3. Considerando-se que o acordo de colaboração premiada constitui meio de obtenção de prova (art. 3º da Lei nº 12.850/13), é indubitável que o relator tem poderes para, monocraticamente, homologá-lo (art. 4º, § 7º, da Lei nº 12.850/13).

4. A colaboração premiada é um negócio jurídico processual, uma vez que, além de ser qualificada expressamente pela lei como “meio de obtenção de prova”, seu objeto é a cooperação do imputado para a investigação e para o processo criminal, atividade de natureza processual, ainda que se agregue a esse negócio jurídico o efeito substancial (de direito material) concernente à sanção premial a ser atribuída a essa colaboração (HC 127483/STF).

Cumpre ressaltar, ainda, que o acordo de colaboração premiada, apesar de ser meio de obtenção de prova, não pode ser utilizado unicamente para que o Juiz prolate uma sentença condenatória, ou seja, para que o delatado seja condenado pelos crimes que o delator apontou, importante anotar que outras provas devem ser produzidas para que de fato ocorra a condenação criminal. O acordo de delação premiada por si só não gera a condenação do delatado, sendo essa a disposição legal que rege a utilização da delação premiada como meio de obtenção de prova. Nesse sentido, a Lei 12.850/14, em seu artigo 4o:

§ 16.  Nenhuma sentença condenatória será proferida com fundamento apenas nas declarações de agente colaborador.

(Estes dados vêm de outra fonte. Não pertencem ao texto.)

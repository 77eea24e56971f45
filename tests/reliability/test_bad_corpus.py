#!/usr/bin/python3
"""The bad-input corpus: every row of tests/data/bad/expected.tsv runs the
quaver command on one broken or hostile file and must end with the exit code
and the message the row gives.

Contract (DESIGN.md §5, §7; issue 8): bad input exits 2 with
"quaver: FILE:LINE[:COL]: what was wrong" on stderr; nothing on stdout; no
crash (a signal), no sanitizer report, no hang (each run has a time limit),
and no file written or left behind next to the inputs.

Each run happens in a fresh temporary directory holding a copy of the
committed corpus, so the messages name the files exactly as the table does
(relative paths). Inputs too large or too odd to commit (a 100 MB line,
100 000-deep nesting, a million atoms, a symbolic link out of a bundle's
folder) are written there at test time by the generators below; a table row
uses them by name.

Table format (tab-separated, '#' starts a comment line):
    case  exit  arguments  stderr-substring
arguments are split like a shell would (shlex); leading NAME=VALUE words
are set in the environment (QV_TEST_PHYSICAL_MEMORY plays a small machine,
a test hook of qv-size.h); the substring is matched
after "quaver: " exactly (no patterns), or is "-" for no check (exit-0 rows,
which show the good companions of the bad files are good).

Usage: test_bad_corpus.py [--print]   (--print shows what each row gives)
"""
import os
import shlex
import shutil
import subprocess
import sys
import tempfile

sys.dont_write_bytecode = True

HERE = os.path.dirname(os.path.abspath(__file__))
SOURCE_ROOT = os.environ.get("QV_SOURCE_ROOT") or os.path.abspath(os.path.join(HERE, "..", ".."))
CORPUS = os.path.join(SOURCE_ROOT, "tests", "data", "bad")
TABLE = os.path.join(CORPUS, "expected.tsv")
QUAVER = os.environ.get("QUAVER") or os.path.join(
    os.environ.get("QV_BUILD_ROOT", os.path.join(SOURCE_ROOT, "build")), "src", "cli", "quaver")
TIME_LIMIT = 120          # seconds per row: a hang is a failure, not a wait
SANITIZER_MARKS = ("ERROR: AddressSanitizer", "runtime error:", "ERROR: LeakSanitizer")

HUNDRED_MB = 100 * 1000 * 1000


def gen_xyz_long_line(path):
    # line 4: a y "coordinate" of 100 MB of digits ending in a letter
    with open(path, "w") as f:
        f.write("3\ninvented: a 100 MB line\nO 0.1 -0.2 0.3\nH 0.5 ")
        f.write("9" * HUNDRED_MB)
        f.write("x 1.1\nH -0.6 -0.7 0.5\n")


def gen_hess_long_line(path):
    # a valid 9×9 text Hessian whose row 3 ends in a 100 MB integer
    rows = open(os.path.join(CORPUS, "ok-water.hess")).read().splitlines()
    rows = [r for r in rows if r and not r.startswith("#")]
    with open(path, "w") as f:
        f.write(rows[0] + "\n" + rows[1] + "\n" + " ".join(rows[2].split()[:8]) + " ")
        f.write("7" * HUNDRED_MB)
        f.write("\n" + "\n".join(rows[3:]) + "\n")


def gen_deep_arrays(path):
    with open(path, "w") as f:
        f.write("[" * 100000 + "]" * 100000 + "\n")


def gen_deep_objects(path):
    with open(path, "w") as f:
        f.write('{"a":' * 100000 + "1" + "}" * 100000 + "\n")


def gen_million_atoms(path):
    # 10^6 argon atoms 4 Å apart on a line: it reads (within the XYZ
    # reader's limit of 10^7) but its 3·10^6-row Hessian would need 67 TiB
    with open(path, "w") as f:
        f.write("1000000\ninvented: a million argon atoms on a line\n")
        f.writelines("Ar %d 0 0\n" % (4 * i) for i in range(1000000))


def gen_bundle_symlink(path):
    # a bundle whose Hessian path is a symbolic link below its folder that
    # points outside it (to the committed corpus, outside the run folder)
    folder = os.path.dirname(path)
    os.makedirs(os.path.join(folder, "link-dir"), exist_ok=True)
    os.symlink(os.path.join(CORPUS, "npy-fortran.npy"), os.path.join(folder, "link-dir", "matrix.npy"))
    text = open(os.path.join(CORPUS, "bundle-path-ok.quaver.json")).read()
    with open(path, "w") as f:
        f.write(text.replace('"npy-fortran.npy"', '"link-dir/matrix.npy"'))


GENERATORS = {
    "gen-xyz-long-line.xyz": gen_xyz_long_line,
    "gen-hess-long-line.hess": gen_hess_long_line,
    "gen-deep-arrays.quaver.json": gen_deep_arrays,
    "gen-deep-objects.quaver.json": gen_deep_objects,
    "gen-million-atoms.xyz": gen_million_atoms,
    "gen-bundle-symlink.quaver.json": gen_bundle_symlink,
}


def read_table():
    rows = []
    with open(TABLE, encoding="utf-8") as f:
        for number, line in enumerate(f, 1):
            line = line.rstrip("\n")
            if not line.strip() or line.startswith("#"):
                continue
            cols = line.split("\t")
            if len(cols) != 4:
                sys.exit("%s:%d: expected 4 tab-separated columns, found %d" % (TABLE, number, len(cols)))
            words = shlex.split(cols[2])
            env = {}
            while words and "=" in words[0] and words[0].split("=")[0].isupper():
                key, value = words.pop(0).split("=", 1)
                env[key] = value
            rows.append((number, cols[0], int(cols[1]), words, env, cols[3]))
    return rows


def listing(folder):
    out = set()
    for root, dirs, files in os.walk(folder):
        for name in dirs + files:
            out.add(os.path.relpath(os.path.join(root, name), folder))
    return out


def main():
    show = "--print" in sys.argv[1:]
    rows = read_table()
    failures = []
    env = dict(os.environ, LC_ALL="C.UTF-8")
    seen = set()
    for number, case, code, args, extra_env, want in rows:
        if case in seen:
            failures.append("%s:%d: case %s is listed twice" % (TABLE, number, case))
        seen.add(case)
        with tempfile.TemporaryDirectory(prefix="qv-bad-") as tmp:
            run_dir = os.path.join(tmp, "run")
            shutil.copytree(CORPUS, run_dir, symlinks=True)
            for a in args:
                if a in GENERATORS:
                    GENERATORS[a](os.path.join(run_dir, a))
            before = listing(run_dir)
            try:
                p = subprocess.run([QUAVER] + args, cwd=run_dir, env=dict(env, **extra_env),
                                   stdin=subprocess.DEVNULL,
                                   capture_output=True, timeout=TIME_LIMIT)
            except subprocess.TimeoutExpired:
                failures.append("%s: no answer within %d s (a hang)" % (case, TIME_LIMIT))
                continue
            err = p.stderr.decode("utf-8", "replace")
            out = p.stdout.decode("utf-8", "replace")
            after = listing(run_dir)
        if show:
            print("%s\t%d\t%s" % (case, p.returncode, err.strip().replace("\n", " | ")))
        where = "%s (expected.tsv line %d)" % (case, number)
        if p.returncode < 0:
            failures.append("%s: killed by signal %d; stderr %r" % (where, -p.returncode, err[-2000:]))
            continue
        if any(m in err for m in SANITIZER_MARKS):
            failures.append("%s: sanitizer report: %r" % (where, err[-2000:]))
        if p.returncode != code:
            failures.append("%s: exit %d, expected %d; stderr %r" % (where, p.returncode, code, err.strip()[:500]))
        if after != before:
            failures.append("%s: files appeared or vanished: %s" % (where, sorted(after ^ before)))
        if code != 0:
            if out.strip():
                failures.append("%s: nothing expected on stdout, got %r" % (where, out[:200]))
            if want != "-" and ("quaver: " + want) not in err:
                failures.append("%s: stderr should contain %r; got %r" % (where, "quaver: " + want, err.strip()[:500]))
    for f in failures:
        print("FAIL: " + f, file=sys.stderr)
    print("bad-corpus: %d cases, %d failures" % (len(rows), len(failures)))
    return 1 if failures else 0


if __name__ == "__main__":
    sys.exit(main())
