static void
test_morse_dvr_and_refinement (void **state)
{
  QvDvrRefineOptions o;
  g_autoptr(QvDvrRefinement) r = NULL;
  g_autoptr(GError) error = NULL;
  Morse m = morse_model;

  qv_dvr_refine_options_init (&o, 1);
  /* default tolerance: 1e-6 cm⁻¹ */
  assert_rel (o.tolerance, 1e-6 * ev_per_cm1 (), 1e-12);
  o.lo[0] = -0.5;
  o.hi[0] = 2.2;
  o.n_levels = 6;
  o.start_points = 25;
  r = qv_dvr_refine (&o, morse, &m, qv_dvr_kinetic_prefactor (), &error);
  assert_non_null (r);
  assert_true (r->converged);
  for (guint v = 0; v < 6; v++)
    assert_rel (r->levels->energies[v], morse_level (&m, v), 1e-8);

  /* the convergence report: grids grow, span [lo, hi] exactly, and each
   * step's change is the largest level difference of the two grids, solved
   * again here; the last is below the tolerance, the one before not */
  assert_true (r->steps->len >= 3);
  assert_true (isnan (g_array_index (r->steps, QvDvrStep, 0).max_change));
  for (guint s = 1; s < r->steps->len; s++)
    {
      const QvDvrStep *a = &g_array_index (r->steps, QvDvrStep, s - 1);
      const QvDvrStep *b = &g_array_index (r->steps, QvDvrStep, s);
      g_autoptr(QvDvrLevels) la = NULL, lb = NULL;
      QvDvrGrid ga, gb;
      double worst = 0.0;

      assert_true (b->n[0] > a->n[0]);
      assert_abs (o.lo[0] + (double) (b->n[0] + 1) * b->step[0], o.hi[0], 1e-12);
      qv_dvr_grid_span (&ga, 1, a->n, o.lo, o.hi, TRUE);
      qv_dvr_grid_span (&gb, 1, b->n, o.lo, o.hi, TRUE);
      {
        g_autofree double *va = g_new (double, a->n[0]), *vb = g_new (double, b->n[0]);
        for (gsize i = 0; i < a->n[0]; i++)
          {
            double x;
            qv_dvr_grid_point (&ga, i, &x);
            va[i] = morse (&x, &m);
          }
        for (gsize i = 0; i < b->n[0]; i++)
          {
            double x;
            qv_dvr_grid_point (&gb, i, &x);
            vb[i] = morse (&x, &m);
          }
        la = qv_dvr_solve (&ga, va, qv_dvr_kinetic_prefactor (), 6, NULL);
        lb = qv_dvr_solve (&gb, vb, qv_dvr_kinetic_prefactor (), 6, NULL);
      }
      for (guint v = 0; v < 6; v++)
        worst = MAX (worst, fabs (la->energies[v] - lb->energies[v]));
      assert_abs (b->max_change, worst, 1e-13);
      if (s + 1 < r->steps->len)
        assert_true (b->max_change >= o.tolerance);
      else
        assert_true (b->max_change < o.tolerance);
    }

  /* a cap too low to converge is reported as such */
  {
    g_autoptr(QvDvrRefinement) capped = NULL;
    o.start_points = 9;
    o.max_points = 13;
    capped = qv_dvr_refine (&o, morse, &m, qv_dvr_kinetic_prefactor (), NULL);
    assert_non_null (capped);
    assert_false (capped->converged);
    assert_int_equal (g_array_index (capped->steps, QvDvrStep, capped->steps->len - 1).n[0], 13);
  }
}
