/// RoPE normalisation of v5 (model-formats.md §1.2, §2.3).
fn rope_spec(c: &Cfg, family: Family, head_dim: usize) -> Result<RopeSpec> {
    let empty = Map::new();
    let (dict, dict_key) = match (c.obj.get("rope_scaling"), c.obj.get("rope_parameters")) {
        (Some(Value::Object(m)), _) => (m, "rope_scaling"),
        (_, Some(Value::Object(m))) => (m, "rope_parameters"),
        _ => (&empty, "rope_parameters"),
    };
    let d = Cfg {
        path: c.path,
        obj: dict,
    };
    let field = |k: &str| format!("{dict_key}.{k}");
    let theta = match d
        .opt_f64("rope_theta")
        .map_err(|_| rope_err(c, &field("rope_theta")))?
    {
        Some(t) => t,
        None => c.opt_f64("rope_theta")?.unwrap_or(10000.0),
    };
    if !(theta.is_finite() && theta > 0.0) {
        return Err(Error::field(
            c.path,
            None,
            "rope_theta",
            format!("is {theta}; expected a positive base such as 10000"),
        ));
    }
    let partial = match d.opt_f64("partial_rotary_factor")? {
        Some(p) => p,
        None => c.opt_f64("partial_rotary_factor")?.unwrap_or(1.0),
    };
    if !(partial > 0.0 && partial <= 1.0) {
        return Err(Error::field(
            c.path,
            None,
            "partial_rotary_factor",
            "must be in (0, 1]",
        ));
    }
    let rotary_dim = (head_dim as f64 * partial) as usize;
    if rotary_dim == 0 || !rotary_dim.is_multiple_of(2) {
        return Err(Error::field(
            c.path,
            None,
            "partial_rotary_factor",
            format!("gives an odd or zero rotary dimension {rotary_dim} for head_dim {head_dim}"),
        ));
    }
    let max_pos = c
        .opt_usize("max_position_embeddings")?
        .unwrap_or(match family {
            Family::Phi3 => 4096,
            Family::Gemma | Family::Gemma2 => 8192,
            Family::Mistral => 4096 * 32,
            Family::Qwen2 | Family::Qwen3 => 32768,
            Family::Llama => 2048,
        });
    let mut rope_type = d
        .opt_str("rope_type")?
        .or(d.opt_str("type")?)
        .unwrap_or("default")
        .to_string();
    if rope_type == "su" || (family == Family::Phi3 && rope_type == "yarn") {
        rope_type = "longrope".to_string();
    }
    let original_max = || -> Result<f64> {
        if family == Family::Phi3 {
            if let Some(o) = c.opt_f64("original_max_position_embeddings")? {
                return Ok(o);
            }
        }
        Ok(d.opt_f64("original_max_position_embeddings")?
            .unwrap_or(max_pos as f64))
    };
    let factor = |required: bool| -> Result<f64> {
        match d.opt_f64("factor")? {
            Some(f) => Ok(f),
            None if required => Err(Error::field(
                c.path,
                None,
                field("factor"),
                format!("required for rope_type {rope_type:?}"),
            )),
            None => Ok(f64::NAN),
        }
    };
    let scaling = match rope_type.as_str() {
        "default" => RopeScaling::Default,
        "linear" => RopeScaling::Linear {
            factor: factor(true)?,
        },
        "dynamic" => RopeScaling::Dynamic {
            factor: factor(true)?,
        },
        "llama3" => RopeScaling::Llama3 {
            factor: factor(true)?,
            low_freq_factor: d.opt_f64("low_freq_factor")?.unwrap_or(1.0),
            high_freq_factor: d.opt_f64("high_freq_factor")?.unwrap_or(4.0),
            original_max: original_max()?,
        },
        "yarn" => {
            let o = original_max()?;
            let f = match d.opt_f64("factor")? {
                Some(f) => f,
                None => max_pos as f64 / o,
            };
            let mscale = |scale: f64, m: f64| {
                if scale <= 1.0 {
                    1.0
                } else {
                    0.1 * m * scale.ln() + 1.0
                }
            };
            let attention_scaling = match d.opt_f64("attention_factor")? {
                Some(a) => a,
                None => match (d.opt_f64("mscale")?, d.opt_f64("mscale_all_dim")?) {
                    (Some(m), Some(ma)) => mscale(f, m) / mscale(f, ma),
                    _ => mscale(f, 1.0),
                },
            };
            RopeScaling::Yarn {
                factor: f,
                original_max: o,
                beta_fast: d.opt_f64("beta_fast")?.unwrap_or(32.0),
                beta_slow: d.opt_f64("beta_slow")?.unwrap_or(1.0),
                truncate: d.opt_bool("truncate")?.unwrap_or(true),
                attention_scaling,
            }
        }
        "longrope" => {
            let o = original_max()?;
            let f = match d.opt_f64("factor")? {
                Some(f) => f,
                None => max_pos as f64 / o,
            };
            let attention_scaling = match d.opt_f64("attention_factor")? {
                Some(a) => a,
                None if f <= 1.0 => 1.0,
                None => (1.0 + f.ln() / o.ln()).sqrt(),
            };
            let list = |k: &str| -> Result<Vec<f64>> {
                let v = d.obj.get(k).and_then(Value::as_array).ok_or_else(|| {
                    Error::field(c.path, None, field(k), "required list of numbers for longrope")
                })?;
                let xs: Option<Vec<f64>> = v.iter().map(Value::as_f64).collect();
                let xs = xs.ok_or_else(|| {
                    Error::field(c.path, None, field(k), "expected a list of numbers")
                })?;
                if xs.len() != rotary_dim / 2 {
                    return Err(Error::field(
                        c.path,
                        None,
                        field(k),
                        format!("has {} entries, expected rotary_dim/2 = {}", xs.len(), rotary_dim / 2),
                    ));
                }
                Ok(xs)
            };
            RopeScaling::LongRope {
                short_factor: list("short_factor")?,
                long_factor: list("long_factor")?,
                original_max: o,
                attention_scaling,
            }
        }
        other => {
            return Err(Error::field(
                c.path,
                None,
                field("rope_type"),
                format!("unsupported RoPE type {other:?}; supported: default, linear, dynamic, llama3, yarn, longrope (su)"),
            ))
        }
    };
    Ok(RopeSpec {
        theta,
        rotary_dim,
        max_position_embeddings: max_pos,
        scaling,
    })
}
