//! One generic decoder-only transformer with per-family options, computing in f32 on the CPU.
//!
//! Every formula follows docs/model-formats.md §2 (transformers 5.24.0 `modeling_{llama,mistral,
//! qwen2,qwen3,phi3,gemma,gemma2}.py`): rotate_half RoPE with partial rotary, grouped-query
//! attention (query head j reads kv head j / n_rep), softmax in f32, Gemma (1+w) norms and
//! embedding scaling, Gemma2 soft-caps and sandwich norms, Qwen3 q/k norms before RoPE, Phi-3
//! fused projections.
//!
//! The batch is ragged: one forward call takes any number of [`Segment`]s, each a run of new
//! tokens of one sequence, and every sequence lives in its own slot of a preallocated
//! [`KvCache`]. A token's position id is its cache index, so there is no padding and no mask
//! tensor: a token at position p attends to the keys 0..=p of its own slot (the last W of them
//! under a sliding window W). Prefill of a new question and decode steps of others share one
//! call, which is what lets a finished slot take the next question at once. All the tokens of a
//! call go through each weight matrix in one matrix product (`kernels::dense`), so each weight
//! read serves every sequence. Each token's arithmetic is the same whatever else is in the call,
//! so batched output equals batch-1 output bit for bit.
//!
//! Linear weights are [out, in] (y = x·Wᵀ + b); q, k, v (and gate, up) are stacked into one
//! matrix at load time, which changes no dot product (`linear`). The KV cache is `cache`, RoPE
//! `rope`, the greedy pick at the output `head`; the products themselves are `crate::kernels`.

use crate::error::{Error, Result};
use crate::kernels::dense::dot;
use crate::kernels::PARALLEL_WORK;
use crate::model::config::{Activation, ModelSpec, NormStyle};
use crate::model::gguf::StoredRows;
use crate::model::head::{apply_repetition_penalty, argmax, Scratch as HeadScratch, Screen};
use crate::model::linear::{flat, Linear, WeightFormat};
use crate::model::lora::LowRank;
use crate::model::names::{self, EMBED, FINAL_NORM, LM_HEAD};
use crate::model::rope::{rope_frequencies, rope_in_place};
use crate::model::table::Table;
use crate::model::weights::QuantisedBase;
use candle_core::Tensor;
use rayon::prelude::*;
use std::collections::HashMap;

pub use crate::model::cache::KvCache;

/// Linear layers that come already quantised, by checkpoint weight name: a base quantised to
/// 4 bits as bitsandbytes does, or the stored blocks of a GGUF file.
pub enum LayerCodes {
    Nf4(QuantisedBase),
    Gguf(HashMap<String, StoredRows>),
}

/// A run of new tokens of the sequence in `slot`, placed right after what the slot holds,
/// computed by model variant `variant` (0 with no unmerged adapters; see
/// [`Decoder::with_adapters`]).
#[derive(Debug, Clone, Copy)]
pub struct Segment<'a> {
    pub slot: usize,
    pub tokens: &'a [u32],
    pub variant: usize,
}

/// Scratch buffers of the forward pass, grown to the largest call seen and then reused, so
/// steady decoding allocates nothing.
#[derive(Debug, Default)]
pub struct Workspace {
    h: Vec<f32>,
    x: Vec<f32>,
    qkv: Vec<f32>,
    attn: Vec<f32>,
    out: Vec<f32>,
    gate_up: Vec<f32>,
    act: Vec<f32>,
    scores: Vec<f32>,
    cos: Vec<f32>,
    sin: Vec<f32>,
    tok_slot: Vec<usize>,
    tok_pos: Vec<usize>,
    tok_variant: Vec<usize>,
    /// Which slots this call names (each at most once).
    slot_used: Vec<bool>,
    last: Vec<f32>,
    last_normed: Vec<f32>,
    logits: Vec<f32>,
    tokens: Vec<u32>,
    screen: HeadScratch,
}

/// Resizes `v` to `n` values, reusing its allocation.
fn sized(v: &mut Vec<f32>, n: usize) -> &mut [f32] {
    if v.len() < n {
        v.resize(n, 0.0);
    }
    &mut v[..n]
}

/// x·rsqrt(mean(x²) + eps)·w over each row of `d` values, into `out`.
fn rms_norm_rows(x: &[f32], w: &[f32], eps: f32, d: usize, out: &mut [f32]) {
    for (xr, or) in x.chunks_exact(d).zip(out.chunks_exact_mut(d)) {
        let inv = 1.0 / (dot(xr, xr) / d as f32 + eps).sqrt();
        for ((o, &v), &g) in or.iter_mut().zip(xr).zip(w) {
            *o = v * inv * g;
        }
    }
}

/// In-place RMSNorm of one row.
fn rms_norm_in_place(x: &mut [f32], w: &[f32], eps: f32) {
    let inv = 1.0 / (dot(x, x) / x.len() as f32 + eps).sqrt();
    for (v, &g) in x.iter_mut().zip(w) {
        *v = *v * inv * g;
    }
}
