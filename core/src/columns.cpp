// columns.cpp: column finding in a pose log, and the bulk reader (file mapped into memory,
// std::from_chars straight into the Track's arrays, no per-line allocation).
#include "attiscope/core/columns.hpp"

#include "attiscope/core/convention.hpp"

#include <fcntl.h>
#include <sys/mman.h>
#include <sys/stat.h>
#include <unistd.h>

#include <algorithm>
#include <cctype>
#include <charconv>
#include <cmath>
#include <cstdint>
#include <cstdio>
#include <cstring>
#include <fstream>
#include <optional>
#include <thread>

namespace attiscope {

namespace {

/// Rows whose quaternion norm is within this of 1 count as unit when finding columns (logs
/// often print three or four digits).
constexpr double kColumnUnitNorm = 1e-2;
/// Rows whose 3x3 is this close to orthonormal count when finding matrix columns.
constexpr double kColumnOrthonormal = 1e-3;
/// Degrees to radians.
constexpr double kRadPerDeg = 3.14159265358979323846 / 180.0;
/// Rows of the sample used for statistics.
constexpr std::size_t kSampleRows = 200;
/// Progress and cancel are looked at every this many bytes.
constexpr std::size_t kProgressStep = std::size_t{4} << 20;

std::string lower(std::string_view s) {
  std::string out(s);
  for (char& c : out) c = static_cast<char>(std::tolower(static_cast<unsigned char>(c)));
  return out;
}

std::string trim(std::string_view s) {
  std::size_t a = 0, b = s.size();
  while (a < b && (s[a] == ' ' || s[a] == '\t' || s[a] == '\r' || s[a] == '"')) ++a;
  while (b > a && (s[b - 1] == ' ' || s[b - 1] == '\t' || s[b - 1] == '\r' || s[b - 1] == '"')) --b;
  return std::string(s.substr(a, b - a));
}

std::vector<std::string_view> split_lines(std::string_view text) {
  std::vector<std::string_view> out;
  std::size_t p = 0;
  while (p < text.size()) {
    std::size_t e = text.find('\n', p);
    if (e == std::string_view::npos) e = text.size();
    std::string_view l = text.substr(p, e - p);
    if (!l.empty() && l.back() == '\r') l.remove_suffix(1);
    out.push_back(l);
    p = e + 1;
  }
  return out;
}

bool blank_or_comment(std::string_view l) {
  std::size_t i = 0;
  while (i < l.size() && (l[i] == ' ' || l[i] == '\t')) ++i;
  return i == l.size() || l[i] == '#';
}

std::vector<std::string_view> split_fields(std::string_view l, char delim) {
  std::vector<std::string_view> out;
  if (delim == ' ') {
    std::size_t i = 0;
    while (i < l.size()) {
      while (i < l.size() && (l[i] == ' ' || l[i] == '\t')) ++i;
      if (i >= l.size()) break;
      std::size_t e = i;
      while (e < l.size() && l[e] != ' ' && l[e] != '\t') ++e;
      out.push_back(l.substr(i, e - i));
      i = e;
    }
    return out;
  }
  std::size_t p = 0;
  while (true) {
    const std::size_t e = l.find(delim, p);
    out.push_back(l.substr(p, (e == std::string_view::npos ? l.size() : e) - p));
    if (e == std::string_view::npos) break;
    p = e + 1;
  }
  return out;
}

/// Exact powers of ten up to 1e22 (the largest exactly representable in a double).
constexpr double kPow10[23] = {1e0,  1e1,  1e2,  1e3,  1e4,  1e5,  1e6,  1e7,  1e8,  1e9,  1e10, 1e11,
                               1e12, 1e13, 1e14, 1e15, 1e16, 1e17, 1e18, 1e19, 1e20, 1e21, 1e22};

// The common case "[-]digits[.digits]" with at most 15 significant digits, by Clinger's fast
// path (Clinger 1990, "How to Read Floating Point Numbers Accurately", PLDI): the digits as
// an exact integer m < 2^53 and the exact power 10^k, k <= 22, so m / 10^k is one correctly
// rounded IEEE division: the same double as from_chars. Returns false for anything else
// (exponents, more digits, nan, inf), which from_chars then reads.
// Eight ASCII digits at p as a number, or -1 when they are not all digits: the SWAR method
// of Lemire ("Fast numerical parsing", common practice in CSV readers): three multiplies
// instead of eight dependent multiply-adds. Little-endian byte order.
inline std::int64_t eight_digits(const char* p) {
  std::uint64_t v;
  std::memcpy(&v, p, 8);
  if ((((v & 0xF0F0F0F0F0F0F0F0ull) | (((v + 0x0606060606060606ull) & 0xF0F0F0F0F0F0F0F0ull) >> 4)) !=
       0x3333333333333333ull)) {
    return -1;
  }
  v = ((v & 0x0F0F0F0F0F0F0F0Full) * 2561) >> 8;
  v = ((v & 0x00FF00FF00FF00FFull) * 6553601) >> 16;
  return static_cast<std::int64_t>(((v & 0x0000FFFF0000FFFFull) * 42949672960001ull) >> 32);
}

// Reads a number at b (not past e) by the fast path; returns the end of the number, or
// nullptr when the fast path does not apply.
inline const char* fast_number(const char* b, const char* e, double* v) {
  const char* p = b;
  const bool negative = p < e && *p == '-';
  if (negative) ++p;
  std::uint64_t m = 0;
  int digits = 0;
  int fraction = 0;
  const char* start = p;
  while (p < e && static_cast<unsigned>(*p - '0') < 10) {
    m = m * 10 + static_cast<unsigned>(*p - '0');
    ++digits;
    ++p;
  }
  if (p < e && *p == '.') {
    ++p;
    while (e - p >= 8 && digits <= 7) {
      const std::int64_t d8 = eight_digits(p);
      if (d8 < 0) break;
      m = m * 100000000u + static_cast<std::uint64_t>(d8);
      digits += 8;
      fraction += 8;
      p += 8;
    }
    while (p < e && static_cast<unsigned>(*p - '0') < 10) {
      m = m * 10 + static_cast<unsigned>(*p - '0');
      ++digits;
      ++fraction;
      ++p;
    }
  }
  if (digits == 0 || digits > 15 || p == start) return nullptr;
  const double r = static_cast<double>(m) / kPow10[fraction];
  *v = negative ? -r : r;
  return p;
}

bool fast_decimal(const char* b, const char* e, double* v) {
  return fast_number(b, e, v) == e;
}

Por todo o exposto acima, fica patente que a delação premiada irá permitir a produção de provas que antes ainda era impossível, demonstrando tal situação a ineficiência estatal para coibir e investigar certos tipos de crimes, fazendo com que o Estado torne-se um aliado do criminoso/delator. Talvez essa seja a maior crítica que muitos opositores dos acordos de delação premiada façam, pois se o Estado não possui a prova que vai ser ofertada de bandeja pelo delator, melhor seria se este ficasse em silêncio e se defendesse daquilo que foi produzido pelo Ministério Público ou Polícia até o momento contra ele, o que pressupõe ser prova mais frágil, pois se fosse prova robusta o acordo nem mesmo seria proposto ou aceito pelos órgãos de persecução criminal.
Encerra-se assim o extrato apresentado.